All of these are either explicity forbidden by policy, or have been closed by
specific changed to their API.

To be honest, I don't care too much that people were able to scrape data I put
up voluntarily. The German Facebook clone was called StudiVZ - Student's
Directory. This sounds a lot like a telephone book, and that was the mindset
and expectation I had when signing up to Facebook. Create and curate a profile
for friends and friends-of-friends to see, and I didn't care much if others
saw anything, because it was irrelevant to them. I mostly cared about meeting
people - being found, and finding other people. In this light, I'm more
concerned about data freedom than data protection. While the latter is
important of course, it's unfortunate that the former is always forgotten.

------
arh68
A lot of people are missing the point, debating whether this was reasonable or
not.

Mark got away with telling Congress ~"we don't share with third parties" and
now they're saying Blackberry's not a third party.

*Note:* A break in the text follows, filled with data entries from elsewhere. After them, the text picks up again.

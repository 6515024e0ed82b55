import type { LawFit, RateLawName, SeriesAnalysis } from '../../kinetics/types';
import { rateConstantUnit } from '../../kinetics/rateLaws/rateConstantUnit';
import { freeOrderOf, lawName } from './lawWords';

/** One law in the table of rivals. */
export interface LawRow {
  law: RateLawName;
  name: string;
  fit: LawFit;
  kUnit: string | null;
  /** AICc above the best one's; null when it cannot be given. */
  deltaAicc: number | null;
  /** What speaks for and against it, for a chemist. */
  words: string;
  shown: boolean;
}

const order: RateLawName[] = ['zero', 'first', 'second', 'saturating', 'order'];
const wholeOrders: Partial<Record<RateLawName, number>> = { zero: 0, first: 1, second: 2 };

/** The laws tried on a well, side by side, in the order of their orders. */
export function lawRows(analysis: SeriesAnalysis): LawRow[] {
  const fits = order.flatMap((law) => {
    const fit = analysis.fits[law];
    return fit ? [{ law, fit }] : [];
  });
  const aiccs = fits.flatMap(({ fit }) => (fit.aicc === null ? [] : [fit.aicc]));
  const best = aiccs.length === 0 ? null : Math.min(...aiccs);
  const bestSd = fits.find(({ fit }) => fit.aicc === best)?.fit.residualSd ?? null;
  const freeOrder = freeOrderOf(analysis);
  return fits.map(({ law, fit }) => {
    const deltaAicc = fit.aicc === null || best === null ? null : fit.aicc - best;
    return {
      law,
      fit,
      name: lawName(law, freeOrder),
      kUnit: kUnitOf(law, analysis, freeOrder),
      deltaAicc,
      words: evidenceWords({ fit, deltaAicc, bestSd, rivals: fits.length - 1 }),
      shown: law === analysis.shownLaw,
    };
  });
}

function kUnitOf(law: RateLawName, analysis: SeriesAnalysis, freeOrder: number | null) {
  if (law === 'saturating') return rateConstantUnit(0, analysis.dimension);
  const n = law === 'order' ? freeOrder : (wholeOrders[law] ?? null);
  return n === null ? null : rateConstantUnit(n, analysis.dimension);
}

/**
 * Words for a difference in AICc: below 2 as good as the best, 4 to 7 clearly weaker, above 10
 * next to nothing. Burnham & Anderson, Model Selection and Multimodel Inference (2002), section 2.6.
 */
export function evidenceWords(input: {
  fit: Pick<LawFit, 'residualSd' | 'k'>;
  deltaAicc: number | null;
  bestSd: number | null;
  rivals: number;
}): string {
  const { fit, deltaAicc, bestSd, rivals } = input;
  if (deltaAicc === null) return 'Too few readings to weigh it against the others.';
  const likelier = Math.exp(deltaAicc / 2);
  const weighed =
    deltaAicc === 0
      ? rivals === 0
        ? 'The only law tried.'
        : 'Describes these readings best.'
      : deltaAicc < 2
        ? 'As good as the best: these readings cannot tell them apart.'
        : deltaAicc < 4
          ? 'A little weaker than the best, not ruled out.'
          : deltaAicc < 10
            ? `Clearly weaker: the best is ${Math.round(likelier)} times as likely.`
            : 'Next to nothing speaks for it.';
  const ratio = fit.residualSd !== null && bestSd ? fit.residualSd / bestSd : 1;
  const misses = ratio >= 1.15 ? ` Misses the readings ${ratio.toFixed(1)} times as widely.` : '';
  const open = fit.k === null ? ' Its k cannot be had from these readings.' : '';
  return weighed + misses + open;
}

If it's all okay, why didn't Mark come clean? and tell his Congressmen? He had
a chance to explain this arguably-harmless behavior, but he chose to sidestep
it. Why? Did he not understand the question?

It's fine that this data-sharing is maybe reasonable. It's not fine that Mark
withheld this from Senators. This is _exactly_ what they were asking about,
and given the chance to _explain_ , he chooses silence. He gets to avoid the
public debate while the techies argue amongst themselves.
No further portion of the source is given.